• [What the task asks] Set down the records that follow in full and without changes.

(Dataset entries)
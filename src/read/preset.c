#include "read/preset.h"

#include <dirent.h>
#include <errno.h>
#include <stdio.h>
#include <stdlib.h>
#include <string.h>
#include <sys/stat.h>

#include "read/build.h"
#include "read/bytes.h"
#include "read/conf.h"
#include "read/scan.h"
#include "read/suggest.h"

static bool ends_in_conf(const char *name)
{
	size_t n = strlen(name);

	return n > 5 && strcmp(name + n - 5, ".conf") == 0;
}

static bool is_file(const char *path)
{
	struct stat info;

	return stat(path, &info) == 0 && S_ISREG(info.st_mode);
}

/* The title of an instrument file, "" when it cannot be read. */
static const char *title_of(bh_arena *arena, const char *path)
{
	bh_problems ignored = { .arena = arena };
	bh_scan_section *root = NULL;
	const char *title = "";
	FILE *file = fopen(path, "rb");
	size_t length;
	char *bytes;

	if (!file)
		return title;
	if (bh_bytes_load(&bytes, &length, arena, path, file, &ignored) &&
	    bh_scan(&root, arena, path, bytes, length, &ignored))
		for (size_t i = 0; i < root->key_count; i++)
			if (strcmp(root->keys[i].name, "title") == 0)
				title = root->keys[i].values[0].text;
	fclose(file);
	return title;
}

static bool known(const bh_preset *presets, size_t count, const char *name)
{
	for (size_t i = 0; i < count; i++)
		if (strcmp(presets[i].name, name) == 0)
			return true;
	return false;
}

static bool add_dir(bh_preset **presets, size_t *count, bh_arena *arena, const char *dir)
{
	DIR *open = opendir(dir);
	struct dirent *entry;
	bool good = true;

	while (open && good && (entry = readdir(open))) {
		bh_preset made, *grown;
		char *name;

		if (!ends_in_conf(entry->d_name))
			continue;
		name = bh_arena_text(arena, entry->d_name);
		made.path = bh_arena_format(arena, "%s/%s", dir, entry->d_name);
		good = name && made.path;
		if (!good)
			break;
		name[strlen(name) - 5] = '\0';
		if (known(*presets, *count, name) || !is_file(made.path))
			continue;
		made.name = name;
		made.title = title_of(arena, made.path);
		grown = bh_grow(arena, *presets, bh_preset, *count, *count + 1);
		good = grown != NULL;
		if (good) {
			*presets = grown;
			grown[(*count)++] = made;
		}
	}
	if (open)
		closedir(open);
	return good;
}

static int by_name(const void *a, const void *b)
{
	return strcmp(((const bh_preset *)a)->name, ((const bh_preset *)b)->name);
}

bool bh_preset_list(bh_preset **presets, size_t *count, bh_arena *arena,
		    const char *const *dirs, size_t dir_count, bh_err *err)
{
	*presets = NULL;
	*count = 0;
	for (size_t i = 0; i < dir_count; i++)
		if (!add_dir(presets, count, arena, dirs[i]))
			return bh_fail_memory(err);
	if (*count)
		qsort(*presets, *count, sizeof **presets, by_name);
	return true;
}

bool bh_preset_find(const char **path, bh_arena *arena, const char *name_or_path,
		    const char *const *dirs, size_t dir_count, bh_err *err)
{
	bh_suggestion near = { 0 };
	bh_preset *presets;
	char list[240] = "";
	size_t count;

	if (strchr(name_or_path, '/') || ends_in_conf(name_or_path)) {
		*path = name_or_path;
		return is_file(name_or_path) ||
		       bh_fail(err, BH_BAD_INPUT,
			       "there is no instrument file %s\nbeamhour presets "
			       "lists what is shipped",
			       name_or_path);
	}
	if (!bh_preset_list(&presets, &count, arena, dirs, dir_count, err))
		return false;
	for (size_t i = 0; i < count; i++) {
		size_t used = strlen(list);

		if (strcmp(presets[i].name, name_or_path) == 0) {
			*path = presets[i].path;
			return true;
		}
		bh_suggest(&near, name_or_path, presets[i].name);
		snprintf(list + used, sizeof list - used, "%s%s", used ? ", " : "",
			 presets[i].name);
	}
	return bh_fail(err, BH_BAD_INPUT, "there is no instrument \"%s\"\n%sshipped: %s",
		       name_or_path, bh_suggest_hint(&near),
		       *list ? list : "none was found");
}

bool bh_instrument_read(bh_instrument **instrument, bh_arena *arena, const char *name,
			const char *path, bh_problems *problems)
{
	bh_conf_section *root;
	bh_err err = { .code = BH_OK };
	FILE *file = is_file(path) ? fopen(path, "rb") : NULL;
	size_t length;
	char *bytes;
	bool good;

	if (!file) {
		bh_fail(&err, BH_BAD_SYSTEM, "cannot read the instrument file: %s",
			errno ? strerror(errno) : "it is no file");
		snprintf(err.file, sizeof err.file, "%s", path);
		return bh_problem_add(problems, &err);
	}
	good = bh_bytes_load(&bytes, &length, arena, path, file, problems);
	fclose(file);
	*instrument = bh_new(arena, bh_instrument, 1);
	if (!*instrument) {
		problems->lost = true;
		return false;
	}
	snprintf((*instrument)->name, sizeof(*instrument)->name, "%s", name);
	if (!good)
		return false;
	good = bh_conf_read(&root, arena, BH_FILE_INSTRUMENT, path, bytes, length,
			    problems);
	/* what is good is looked at all the same: one run reports all problems */
	return root && bh_build_instrument(*instrument, arena, root, problems) && good;
}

• [Solution for this exercise]
filename src/read/preset.c
#include "read/preset.h"

#include <dirent.h>
#include <errno.h>
#include <stdio.h>
#include <stdlib.h>
#include <string.h>
#include <sys/stat.h>

#include "read/build.h"
#include "read/bytes.h"
#include "read/conf.h"
#include "read/scan.h"
#include "read/suggest.h"

static bool ends_in_conf(const char *name)
{
	size_t n = strlen(name);

	return n > 5 && strcmp(name + n - 5, ".conf") == 0;
}

static bool is_file(const char *path)
{
	struct stat info;

	return stat(path, &info) == 0 && S_ISREG(info.st_mode);
}

/* The title of an instrument file, "" when it cannot be read. */
static const char *title_of(bh_arena *arena, const char *path)
{
	bh_problems ignored = { .arena = arena };
	bh_scan_section *root = NULL;
	const char *title = "";
	FILE *file = fopen(path, "rb");
	size_t length;
	char *bytes;

	if (!file)
		return title;
	if (bh_bytes_load(&bytes, &length, arena, path, file, &ignored) &&
	    bh_scan(&root, arena, path, bytes, length, &ignored))
		for (size_t i = 0; i < root->key_count; i++)
			if (strcmp(root->keys[i].name, "title") == 0)
				title = root->keys[i].values[0].text;
	fclose(file);
	return title;
}

static bool known(const bh_preset *presets, size_t count, const char *name)
{
	for (size_t i = 0; i < count; i++)
		if (strcmp(presets[i].name, name) == 0)
			return true;
	return false;
}

static bool add_dir(bh_preset **presets, size_t *count, bh_arena *arena, const char *dir)
{
	DIR *open = opendir(dir);
	struct dirent *entry;
	bool good = true;

	while (open && good && (entry = readdir(open))) {
		bh_preset made, *grown;
		char *name;

		if (!ends_in_conf(entry->d_name))
			continue;
		name = bh_arena_text(arena, entry->d_name);
		made.path = bh_arena_format(arena, "%s/%s", dir, entry->d_name);
		good = name && made.path;
		if (!good)
			break;
		name[strlen(name) - 5] = '\0';
		if (known(*presets, *count, name) || !is_file(made.path))
			continue;
		made.name = name;
		made.title = title_of(arena, made.path);
		grown = bh_grow(arena, *presets, bh_preset, *count, *count + 1);
		good = grown != NULL;
		if (good) {
			*presets = grown;
			grown[(*count)++] = made;
		}
	}
	if (open)
		closedir(open);
	return good;
}

static int by_name(const void *a, const void *b)
{
	return strcmp(((const bh_preset *)a)->name, ((const bh_preset *)b)->name);
}

bool bh_preset_list(bh_preset **presets, size_t *count, bh_arena *arena,
		    const char *const *dirs, size_t dir_count, bh_err *err)
{
	*presets = NULL;
	*count = 0;
	for (size_t i = 0; i < dir_count; i++)
		if (!add_dir(presets, count, arena, dirs[i]))
			return bh_fail_memory(err);
	if (*count)
		qsort(*presets, *count, sizeof **presets, by_name);
	return true;
}

bool bh_preset_find(const char **path, bh_arena *arena, const char *name_or_path,
		    const char *const *dirs, size_t dir_count, bh_err *err)
{
	bh_suggestion near = { 0 };
	bh_preset *presets;
	char list[240] = "";
	size_t count;

	if (strchr(name_or_path, '/') || ends_in_conf(name_or_path)) {
		*path = name_or_path;
		return is_file(name_or_path) ||
		       bh_fail(err, BH_BAD_INPUT,
			       "there is no instrument file %s\nbeamhour presets "
			       "lists what is shipped",
			       name_or_path);
	}
	if (!bh_preset_list(&presets, &count, arena, dirs, dir_count, err))
		return false;
	for (size_t i = 0; i < count; i++) {
		size_t used = strlen(list);

		if (strcmp(presets[i].name, name_or_path) == 0) {
			*path = presets[i].path;
			return true;
		}
		bh_suggest(&near, name_or_path, presets[i].name);
		snprintf(list + used, sizeof list - used, "%s%s", used ? ", " : "",
			 presets[i].name);
	}
	return bh_fail(err, BH_BAD_INPUT, "there is no instrument \"%s\"\n%sshipped: %s",
		       name_or_path, bh_suggest_hint(&near),
		       *list ? list : "none was found");
}

bool bh_instrument_read(bh_instrument **instrument, bh_arena *arena, const char *name,
			const char *path, bh_problems *problems)
{
	bh_conf_section *root;
	bh_err err = { .code = BH_OK };
	FILE *file = is_file(path) ? fopen(path, "rb") : NULL;
	size_t length;
	char *bytes;
	bool good;

	if (!file) {
		bh_fail(&err, BH_BAD_SYSTEM, "cannot read the instrument file: %s",
			errno ? strerror(errno) : "it is no file");
		snprintf(err.file, sizeof err.file, "%s", path);
		return bh_problem_add(problems, &err);
	}
	good = bh_bytes_load(&bytes, &length, arena, path, file, problems);
	fclose(file);
	*instrument = bh_new(arena, bh_instrument, 1);
	if (!*instrument) {
		problems->lost = true;
		return false;
	}
	snprintf((*instrument)->name, sizeof(*instrument)->name, "%s", name);
	if (!good)
		return false;
	good = bh_conf_read(&root, arena, BH_FILE_INSTRUMENT, path, bytes, length,
			    problems);
	/* what is good is looked at all the same: one run reports all problems */
	return root && bh_build_instrument(*instrument, arena, root, problems) && good;
}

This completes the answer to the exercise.